Opinion

WELCOME TO THE MACHINE

The First Campaign: Globalization, the Web and the Race for the White House

by Garrett Graff

Farrar, Straus and Giroux

Those worried about the future can relax. A new generation has arrived, armed with the computing expertise to solve the problems that vexed their elders.

Just ask Howard Dean’s former Vermont webmaster and campaign staffer Garrett M. Graff , who knows American success is easily accomplished if only we can move past the crafty campaign consultants, old media types and assorted bugaboos who’ve kept us from the more enlightened world of “The West Wing,” “that seven-year-long celebration of what politics and national discourse could have been.” Oh, and YouTube can help, too.

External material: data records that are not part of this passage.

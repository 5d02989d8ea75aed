"""``brimline run``: --check, bad configs, a bounded run's summary, and SIGTERM shutdown."""

from __future__ import annotations

import json
import logging
import os
import signal
import subprocess
import sys
import time
from pathlib import Path

import pytest
import zmq
from _service_fakes import ScriptedDriver, loopback_config

from brimline.daemon.commands.cli import main
from brimline.daemon.commands.run import JsonLogFormatter, end_summary
from brimline.daemon.core.controller import Change
from brimline.daemon.wire import codec
from brimline.daemon.wire.recording import RecordWriter
from brimline.daemon.wire.state import StateStore

ROOT = Path(__file__).resolve().parents[1]
SHIPPED = sorted((ROOT / "config").glob("*.yaml"))


def _recording(path: Path, frames: int = 300, frame_s: float = 0.01) -> Path:
    from brimline.drivers.link.frame import make_plan

    plan = make_plan(**loopback_config().link.model_dump())
    with ScriptedDriver(plan, frames=frames, frame_s=frame_s,
                        fades=[(frames * frame_s / 2, 20, 60, 15.0)]) as drv, \
            RecordWriter(path, topics=["estimate"]) as w:
        for e in drv.frames():
            w.write("estimate", e)
    return path


def _config(tmp_path: Path, recording: Path, *, realtime: bool = False, record: str | None = None,
            state_path: str = "state.bin") -> Path:
    text = f"""
driver:
  kind: replay
  replay:
    path: {recording.name}
    realtime: {str(realtime).lower()}
publish:
  map_endpoint: tcp://127.0.0.1:0
  snapshot_endpoint: tcp://127.0.0.1:0
  ack_endpoint: tcp://127.0.0.1:0
  linger_s: 0.0
status:
  endpoint: tcp://127.0.0.1:0
  rate_hz: 10.0
service:
  state_path: {state_path}
"""
    if record is not None:
        text += f"record:\n  path: {record}\n"
    p = tmp_path / "run.yaml"
    p.write_text(text)
    return p


@pytest.mark.parametrize("path", SHIPPED, ids=[p.name for p in SHIPPED])
def test_shipped_configs_pass_check(path, capsys, monkeypatch):
    if "kind: radio" in path.read_text():  # --check opens the radio: a stand-in answers
        _stand_in_pyadi(monkeypatch)
    assert main(["run", "--config", str(path), "--check"]) == 0
    out = capsys.readouterr().out.strip().splitlines()
    assert len(out) == 1 and ": OK: driver " in out[0]


def _stand_in_pyadi(monkeypatch, *, absent_uri=None):
    """pyadi-iio replaced by a module whose Pluto opens unless its URI is ``absent_uri``."""
    import types

    from brimline.drivers.sources import radio

    class Pluto:
        def __init__(self, uri):
            if uri == absent_uri:
                raise ConnectionRefusedError(111, "Connection refused")

    monkeypatch.setattr(radio, "load_adi", lambda: types.SimpleNamespace(Pluto=Pluto))


def test_radio_check_without_pyadi_iio_is_the_install_hint(capsys, monkeypatch):
    import builtins
    import sys

    real_import = builtins.__import__

    def no_adi(name, *args, **kwargs):
        if name == "adi":
            raise ImportError("No module named 'adi'")
        return real_import(name, *args, **kwargs)

    monkeypatch.setattr(builtins, "__import__", no_adi)
    monkeypatch.delitem(sys.modules, "adi", raising=False)
    radio_yaml = next(p for p in SHIPPED if p.name == "radio.yaml")
    assert main(["run", "--config", str(radio_yaml), "--check"]) == 2
    err = capsys.readouterr().err.strip().splitlines()
    assert len(err) == 1 and "install with pip install 'brimline[sdr]'" in err[0]


def test_radio_check_with_no_device_at_the_uri_names_it(capsys, monkeypatch):
    _stand_in_pyadi(monkeypatch, absent_uri="ip:192.168.2.1")
    radio_yaml = next(p for p in SHIPPED if p.name == "radio.yaml")
    assert main(["run", "--config", str(radio_yaml), "--check"]) == 2
    err = capsys.readouterr().err.strip().splitlines()
    assert len(err) == 1 and "driver.radio.uri=ip:192.168.2.1: no device answers" in err[0]


def test_the_three_configs_are_shipped():
    assert {p.name for p in SHIPPED} >= {"demo.yaml", "replay.yaml", "radio.yaml"}


@pytest.mark.parametrize("text, match", [
    ("fallback:\n  power_db: 2.0\n", r"line 2: fallback.power_db=2.0: .*loading.budget_db"),
    ("driver:\n  kind: replay\n", r"line 2: driver.kind='replay': needs a driver.replay"),
    ("service:\n  lead_frames: -1\n", r"line 2: service.lead_frames=-1"),
    ("fallback:\n  bits: 9\n", r"fallback.bits=9: is not one of loading.bits"),
])
def test_bad_config_is_one_line_and_exit_2(tmp_path, capsys, text, match):
    import re

    p = tmp_path / "bad.yaml"
    p.write_text(text)
    assert main(["run", "--config", str(p), "--check"]) == 2
    err = capsys.readouterr().err.strip().splitlines()
    assert len(err) == 1 and re.search(match, err[0]), err


def test_missing_replay_file_fails_check(tmp_path, capsys):
    cfg = _config(tmp_path, tmp_path / "absent.brlog")
    assert main(["run", "--config", str(cfg), "--check"]) == 2
    assert "no such recording" in capsys.readouterr().err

While Graff concedes that the 2008 election will address the quibbles like Iraq, Iran, North Korea, homeland security and abortion (somehow the economy doesn’t warrant a mention), “every one of these issues . . . pales in comparison to the question [of] what role will America play in a globalized world.”

What this means is predictably vague, but certainly involves the Web. As proof, Graff offers the YouTube video of then-Sen. George Allen calling a volunteer from his opponent’s campaign who was following Allen around with a video camera “macaca,” which may or may not have been a racial slur, in a clip that was seen millions of times, and likely cost Allen his Senate seat. As if that’s not enough, Graff also cites a friend born in Lebanon who “was following the conflict not by reading the foreign dispatches in The New York Times or The Washington Post, but by reading blogs written by ordinary citizens . . . She felt the information was better and the opinions more ‘true’ than anything she could find in the press.”

Case closed.

What’s telling in Graff’s account, if not purposefully so, is his cheerfully entitled sense of his own membership in what he deems the “tech-savvy generation – more diverse, more educated and more interconnected than any before it.”

This comes across most directly in the section on education, where we receive “the good news . . . that the solutions to the education problems facing the United Sates are readily known and widely accepted.” Knowledge is not one of those solutions: “If a student for some reason needs to know when the Battle of Gettysburg was fought . . . Google knows.” Happily, we already know what we need to: While “66 percent of [D.C. schoolchildren] fail to graduate high school . . . [j]ust across the Potomac River . . . Thomas Jefferson High School in Alexandria, Virginia is a national powerhouse in science education.” From this, he concludes that “The economic future of the United States requires a lot more TJs and a lot fewer of D.C.’s ongoing failures.”

Problem solved.

Mostly, though, Graff seems nostalgic for an imagined past of more simple, honest and personal politics, when Dewey and Truman crisscrossed the country by train, “hearing from ordinary citizens about their hopes and fears,” away from “the vacuous promises, charges, countercharges and veiled negative attacks that make up modern political discourse.”

Perhaps in the midst of the 600th debate of this cycle (scheduled for some time next week, I think), we’ll actually see the country turn from an industrial one into one set free by this “new world [where] politicians who have spent centuries isolated from direct responsibility are now accountable for almost every word they say anywhere at any time. The digital playing field is a difficult adjustment for a system that doesn’t particularly love actually being held responsible.”

It’s through such inchoate arguments that Graff advocates for “this new world where ordinary people sitting at home in front of their blogs could help take down the Senate majority leader.” But outside of his childish fantasy of achieving a more honest politics through YouTube, most such attacks serve the same coarsening purpose they had for centuries – ginning up a cheap controversy and attendant mob to distract attention from more important issues and ideas.

If Graff is a guide to the future, America is in more trouble than he thinks.